Saved data entries:
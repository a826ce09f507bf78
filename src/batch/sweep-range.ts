/**
 * A quantity that runs through a range: `angle=0..89:1`, `wave=400nm..700nm:5nm`, `temperature=20C..80C:5C`. The unit may
 * stand at any of the three numbers; those that have one have the same. Points are counted and written in decimal, so that
 * tenths stay tenths; the last point is the last that the range holds.
 */
import { type Decimal, isZero, plainDecimal } from '../units/decimal.ts';
import { scanNumber } from '../units/parse-number.ts';
import { isProblem, type Problem, problem } from '../units/problem.ts';
import { printedInput, quoteInput } from '../units/quote-input.ts';

export interface SweepRange {
  /** What is swept, as typed. */
  readonly name: string;
  /** As typed; empty where none of the numbers has one. */
  readonly unit: string;
  /** First point and step, both times 10^exponent. */
  readonly first: bigint;
  readonly step: bigint;
  readonly exponent: number;
  readonly points: number;
}

export const MOST_POINTS = 1e7;

const EXAMPLES = 'write for example angle=0..89:1, wave=400nm..700nm:5nm or temperature=20C..80C:5C';

export function parseSweep(text: string): SweepRange | Problem {
  const [name = '', range, ...more] = text.split('=').map((part) => part.trim());
  if (range === undefined || more.length > 0 || name === '') {
    return problem('not-a-number', `${quoteInput(text)} is no sweep`, EXAMPLES);
  }
  const ends = range.split('..');
  const [low = '', rest = ''] = ends;
  if (ends.length !== 2 || low === '' || rest === '') {
    return problem('not-a-number', `${quoteInput(range)} has no two ends with two dots between`, EXAMPLES);
  }
  const colon = rest.lastIndexOf(':');
  if (colon < 0) {
    const message = `${quoteInput(text)} has no step`;
    return problem(
      'empty',
      message,
      `write it behind a colon: ${printedInput(name)}=${printedInput(range)}:STEP`,
    );
  }
  const parts = [low, rest.slice(0, colon), rest.slice(colon + 1)];
  const numbers = parts.map((part) => scanNumber(part));
  const bad = numbers.find(isProblem);
  if (bad) return { ...bad, message: `${quoteInput(text)}: ${bad.message}` };
  const [from, to, step] = numbers as { readonly decimal: Decimal; readonly rest: string }[];
  if (!from || !to || !step) return problem('empty', 'no range', EXAMPLES);
  const [lower, upper, by] = parts.map((part) => part.trim());
  return countPoints(name, text, from, to, step, `${name}=${upper}..${lower}:${by}`);
}

interface Typed {
  readonly decimal: Decimal;
  /** The unit, perhaps with blanks around. */
  readonly rest: string;
}

function countPoints(
  name: string,
  text: string,
  from: Typed,
  to: Typed,
  step: Typed,
  turned: string,
): SweepRange | Problem {
  const units = [...new Set([from, to, step].map(({ rest }) => rest.trim()).filter((unit) => unit !== ''))];
  // A step of temperature may be in kelvin.
  const unit =
    units.length === 2 && units.includes('K') && units.some(isCelsius) ? units.find(isCelsius) : units[0];
  if (units.length > 1 && !(isCelsius(unit ?? '') && step.rest.trim() === 'K')) {
    const message = `${quoteInput(text)} has the units ${units.map(printedInput).join(' and ')}`;
    return problem('unit-ambiguous', message, 'give both ends and the step in one unit');
  }
  const exponent = Math.min(from.decimal.exponent, to.decimal.exponent, step.decimal.exponent);
  if (Math.max(from.decimal.exponent, to.decimal.exponent) - exponent > 300)
    return tooMany(text, Infinity, name);
  const first = scaled(from.decimal, exponent);
  const last = scaled(to.decimal, exponent);
  const width = scaled(step.decimal, exponent);
  if (width <= 0n) {
    const zero = isZero(step.decimal) ? 'is 0' : 'is below 0';
    const order = zero === 'is 0' ? '' : ', the lower end first';
    return problem('out-of-range', `the step of ${quoteInput(text)} ${zero}`, `give a step above 0${order}`);
  }
  if (first > last) {
    const message = `${quoteInput(text)} runs backwards`;
    const example = printedInput(turned) === turned ? `: ${turned}` : '';
    return problem('out-of-range', message, `write the lower end first${example}`);
  }
  const points = Number((last - first) / width) + 1;
  if (points > MOST_POINTS) return tooMany(text, points, name);
  return { name, unit: unit ?? '', first, step: width, exponent, points };
}

export function tooMany(text: string, points: number, name: string): Problem {
  const count = Number.isFinite(points) ? `${points.toPrecision(2)} points` : 'too many points';
  const message = `${quoteInput(text)} would be ${count}, and ${MOST_POINTS} are the most`;
  return problem(
    'out-of-range',
    message,
    `take a larger step of the ${printedInput(name)}, or put the rows into halfspace stream`,
  );
}

const isCelsius = (unit: string): boolean => /^(?:\u00b0|deg)?C$/.test(unit);

const scaled = (d: Decimal, exponent: number): bigint =>
  BigInt(d.digits) * 10n ** BigInt(d.exponent - exponent) * (d.negative ? -1n : 1n);

/** Point number `i`, from 0, without its unit; all points of a range have the same decimals. */
export function pointText({ first, step, exponent }: SweepRange, i: number): string {
  const value = first + BigInt(i) * step;
  const digits = String(value < 0n ? -value : value);
  return plainDecimal({ negative: value < 0n, digits, exponent });
}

■ EXERCISE DESCRIPTION ■
Go over the data above and copy every line that has the word "interface" in it.

■ RESULT BELOW ■
export interface SweepRange {
interface Typed {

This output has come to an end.